Des répercussions jusqu’à aujourd’hui

Depuis la fin de la première vague, les choses ont sensiblement changé. «Il y a ensuite eu un petit ralentissement pendant l’été. Aujourd’hui, on n’a pas retrouvé la même ampleur que pendant le confinement où c’était très fort mais on sent que les préoccupations sont toujours bien là», constate Caroline Chevalier.

Du côté de la Croix-Rouge, on a complètement changé de registre en quittant les call centers. «Dans cette crise Covid, l’urgence est un peu partout et si ça s’est calmé, ça redémarre un peu maintenant», confirme Etienne Tonneau dont son équipe se concentre sur les soignants de première ligne. Dans les maisons de retraite, les bénévoles ont pu voir la peur que le coronavirus ne revienne car une seule contamination et le cauchemar peut recommencer. Ils voient aussi d’autres membres de la Croix-Rouge, comme des ambulanciers particulièrement choqués par des transferts difficiles de patients Covid.
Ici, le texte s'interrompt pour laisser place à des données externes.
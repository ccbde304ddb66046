package main

import (
	"io"
	"os"
	"os/exec"
	"testing"
)

// asProgram is the environment variable that makes the test binary act as n2pulse itself (see
// TestMain): BenchmarkProcessRun starts it as a fresh process to time the whole start-up.
const asProgram = "N2PULSE_TEST_AS_PROGRAM"

// TestMain runs the tests, or, with N2PULSE_TEST_AS_PROGRAM=1 in the environment, runs the
// program on the arguments after "--" and exits with its code.
func TestMain(m *testing.M) {
	if os.Getenv(asProgram) == "1" {
		for i, a := range os.Args {
			if a == "--" {
				os.Exit(run(os.Args[i+1:], os.Stdout, os.Stderr))
			}
		}
		os.Exit(2)
	}
	os.Exit(m.Run())
}

// BenchmarkProcessRun times `n2pulse run` of the example design as a fresh process, start-up
// included (runtime and package initialisation, the embedded tables, the design file, the shot,
// the summary): what a script calling the program in a loop pays per call. The test binary
// stands in for the program, so its own larger initialisation is included too. Reported with
// runs/s.
func BenchmarkProcessRun(b *testing.B) {
	exe, err := os.Executable()
	if err != nil {
		b.Fatal(err)
	}
	for b.Loop() {
		cmd := exec.Command(exe, "-test.run=^$", "--", "run", "../../data/designs/example.toml")
		cmd.Env = append(os.Environ(), asProgram+"=1")
		cmd.Stdout, cmd.Stderr = io.Discard, io.Discard
		if err := cmd.Run(); err != nil {
			b.Fatal(err)
		}
	}
	b.ReportMetric(float64(b.N)/b.Elapsed().Seconds(), "runs/s")
}

// BenchmarkRunCommand times the run command in process after a first call has loaded the
// embedded tables: the shot and its report without any start-up, to set against
// BenchmarkProcessRun. Reported with runs/s.
func BenchmarkRunCommand(b *testing.B) {
	args := []string{"run", "../../data/designs/example.toml"}
	if code := run(args, io.Discard, io.Discard); code != 0 {
		b.Fatalf("run: exit code %d", code)
	}
	for b.Loop() {
		if code := run(args, io.Discard, io.Discard); code != 0 {
			b.Fatalf("run: exit code %d", code)
		}
	}
	b.ReportMetric(float64(b.N)/b.Elapsed().Seconds(), "runs/s")
}
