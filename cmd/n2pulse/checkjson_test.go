package main

import (
	"bytes"
	"encoding/json"
	"math"
	"strings"
	"testing"

	"gonum.org/v1/gonum/floats/scalar"
)

// TestCheckApparatus: `check --apparatus --json` carries the apparatus block, labelled as
// apparatus and not model uncertainty, with the measured energies of the cases' sources (the
// builders' reports cited in validation/testdata/experiments/*.measured.toml: 11, 23, 34 and
// 89 µJ; the mirrorless 11 mm laser did not lase) and a range over the alternatives; the text output carries the same table; without
// --apparatus neither output has it, and the check counts do not change; `check --uncertainty 10
// --json` carries one ordered band per case with a measured energy.
func TestCheckApparatus(t *testing.T) {
	var o, e bytes.Buffer
	if code := run([]string{"check", "--apparatus", "--json"}, &o, &e); code != 0 {
		t.Fatalf("check --apparatus --json: exit %d: %s", code, e.String())
	}
	var doc struct {
		Count, Passed, Failed, Discrepancies int
		Checks                               []map[string]any
		Apparatus                            *struct {
			Note  string
			Cases []struct {
				Case         string
				MeasuredJ    *float64 `json:"measured_J"`
				LowJ         *float64 `json:"energy_low_J"`
				HighJ        *float64 `json:"energy_high_J"`
				MeasuredLies string   `json:"measured_lies"`
				Lases        *bool    `json:"measured_lases"`
				Lasing       int      `json:"alternatives_lasing"`
				Alternatives []map[string]any
				Derived      []struct {
					ID           string
					MeasuredLow  *float64 `json:"measured_low"`
					MeasuredHigh *float64 `json:"measured_high"`
					Nominal      *float64
					Low, High    *float64
					MeasuredLies string `json:"measured_lies"`
					Passing      int    `json:"alternatives_passing"`
					Ran          int    `json:"alternatives_ran"`
					Alternatives []struct {
						Alternative string
						Computed    *float64
					}
				} `json:"derived_checks"`
			}
		} `json:"apparatus_alternatives"`
	}
	if err := json.Unmarshal(o.Bytes(), &doc); err != nil {
		t.Fatalf("%v\n%s", err, o.String())
	}
	if doc.Apparatus == nil || !strings.Contains(doc.Apparatus.Note, "not model uncertainty") {
		t.Fatalf("no labelled apparatus block: %+v", doc.Apparatus)
	}
	want := map[string]float64{"tea-blumlein-11mm-air": 11e-6, "tea-blumlein-11mm-n2": 23e-6, "tea-transfer-88mm-v1": 34e-6, "tea-transfer-88mm-v2": 89e-6}
	if len(doc.Apparatus.Cases) != len(want)+1 {
		t.Errorf("%d cases, want %d", len(doc.Apparatus.Cases), len(want)+1)
	}
	ratio := false
	for _, c := range doc.Apparatus.Cases {
		for _, a := range c.Alternatives {
			if _, ok := a["fwhm_ill_conditioned"].(bool); !ok {
				t.Errorf("%s/%v: no fwhm_ill_conditioned", c.Case, a["name"])
			}
		}
		for _, d := range c.Derived {
			if d.ID != "exp.tea-transfer-88mm-v1.oxygen.ratio" {
				continue
			}
			// The source's air/N₂ ratio, 0.20–0.25 (same page, section 'Version 1 - Performance').
			ratio = true
			lo, hi := math.Inf(1), math.Inf(-1)
			for _, a := range d.Alternatives {
				if a.Computed == nil {
					t.Errorf("%s/%s: no value", d.ID, a.Alternative)
					continue
				}
				lo, hi = math.Min(lo, *a.Computed), math.Max(hi, *a.Computed)
			}
			if d.MeasuredLow == nil || d.MeasuredHigh == nil || *d.MeasuredLow != 0.20 || *d.MeasuredHigh != 0.25 || d.Nominal == nil ||
				d.Low == nil || d.High == nil || *d.Low != lo || *d.High != hi || len(d.Alternatives) != 10 || d.Ran != 10 || d.MeasuredLies == "" {
				t.Errorf("%s: %+v", d.ID, d)
			}
		}
	}
	if !ratio {
		t.Error("the apparatus block lacks the 8.8 cm v1 air/N₂ ratio")
	}
	for _, c := range doc.Apparatus.Cases {
		if c.Case == "tea-blumlein-11mm-n2-mirrorless" {
			// The source says only that it did not lase (same video description).
			if c.MeasuredJ != nil || c.Lases == nil || *c.Lases || c.Lasing < 0 || c.Lasing > len(c.Alternatives) {
				t.Errorf("%s: measured %v J, lases %v, %d of %d alternatives lase", c.Case, c.MeasuredJ, c.Lases, c.Lasing, len(c.Alternatives))
			}
			continue
		}
		m, ok := want[c.Case]
		if !ok || c.MeasuredJ == nil || !scalar.EqualWithinAbsOrRel(*c.MeasuredJ, m, 0, 1e-12) {
			t.Errorf("%s: measured %v, want %g J", c.Case, c.MeasuredJ, m)
			continue
		}
		if c.LowJ == nil || c.HighJ == nil || !(*c.LowJ > 0 && *c.LowJ <= *c.HighJ) || len(c.Alternatives) < 8 || c.MeasuredLies == "" {
			t.Errorf("%s: range %v…%v over %d alternatives, measured lies %q", c.Case, c.LowJ, c.HighJ, len(c.Alternatives), c.MeasuredLies)
		}
	}
	if doc.Count != len(doc.Checks) || doc.Passed+doc.Failed+doc.Discrepancies != doc.Count || doc.Failed != 0 {
		t.Errorf("counts %d = %d + %d + %d over %d checks", doc.Count, doc.Passed, doc.Failed, doc.Discrepancies, len(doc.Checks))
	}
	o.Reset()
	if code := run([]string{"check", "--json"}, &o, &e); code != 0 || strings.Contains(o.String(), "apparatus_alternatives") {
		t.Errorf("check --json: exit %d; apparatus block present without --apparatus", code)
	}
	var plain struct{ Count, Discrepancies int }
	if err := json.Unmarshal(o.Bytes(), &plain); err != nil || plain.Count != doc.Count || plain.Discrepancies != doc.Discrepancies {
		t.Errorf("check --json: %d checks, %d discrepancies (%v); with --apparatus %d, %d", plain.Count, plain.Discrepancies, err, doc.Count, doc.Discrepancies)
	}
	// --uncertainty in JSON: one row per case with a measured energy, an ordered band.
	o.Reset()
	if code := run([]string{"check", "--uncertainty", "10", "--json"}, &o, &e); code != 0 {
		t.Fatalf("check --uncertainty 10 --json: exit %d: %s", code, e.String())
	}
	var unc struct {
		Bands *struct {
			Samples int
			Cases   []struct {
				Case         string
				MeasuredJ    float64  `json:"measured_J"`
				P05          *float64 `json:"p05_J"`
				P50          *float64 `json:"p50_J"`
				P95          *float64 `json:"p95_J"`
				MeasuredLies string   `json:"measured_lies"`
			}
		} `json:"uncertainty_bands"`
	}
	if err := json.Unmarshal(o.Bytes(), &unc); err != nil || unc.Bands == nil || unc.Bands.Samples != 10 || len(unc.Bands.Cases) != len(want) {
		t.Fatalf("check --uncertainty 10 --json: %v, %+v", err, unc.Bands)
	}
	for _, c := range unc.Bands.Cases {
		if m, ok := want[c.Case]; !ok || c.MeasuredJ != m || c.P05 == nil || c.P50 == nil || c.P95 == nil ||
			!(*c.P05 <= *c.P50 && *c.P50 <= *c.P95) || c.MeasuredLies == "" {
			t.Errorf("uncertainty row %+v", c)
		}
	}
	o.Reset()
	if code := run([]string{"check", "--apparatus"}, &o, &e); code != 0 || !strings.Contains(o.String(), "APPARATUS ALTERNATIVES") ||
		!strings.Contains(o.String(), "switch-holding-pressure") || !strings.Contains(o.String(), "corner-slow") ||
		!strings.Contains(o.String(), "checks derived from the measured variations") || !strings.Contains(o.String(), "exp.tea-transfer-88mm-v1.oxygen.ratio") {
		t.Errorf("check --apparatus: exit %d, text lacks the apparatus tables", code)
	}
}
Que ce soit chez Télé-Accueil ou à la Croix-Rouge, tout est mis en place pour que les bénévoles ne subissent pas non plus de contrecoup voire de stress post-traumatique. Mais ce risque se fait moins ressentir chez Télé-Accueil, où la distance et l’anonymat aident à prendre du recul, même si Caroline Chevalier précise que l’ombre du Covid-19 n’épargne pas son équipe, comme le reste de la population. À la Croix-Rouge, c’est encore une autre histoire. «C’est la première fois que l’on a une crise d’une aussi longue durée et à certains niveaux, les bénévoles commencent vraiment à être fatigués», confie Etienne Tonneau. «Pendant le confinement, ils pouvaient venir mais maintenant, chacun a son travail et sa vie privée. Et pourtant, ils interviennent encore. Je leur tire mon chapeau. J’insiste pour dire qu’ils font vraiment un boulot impeccable face à une telle situation», conclut-il.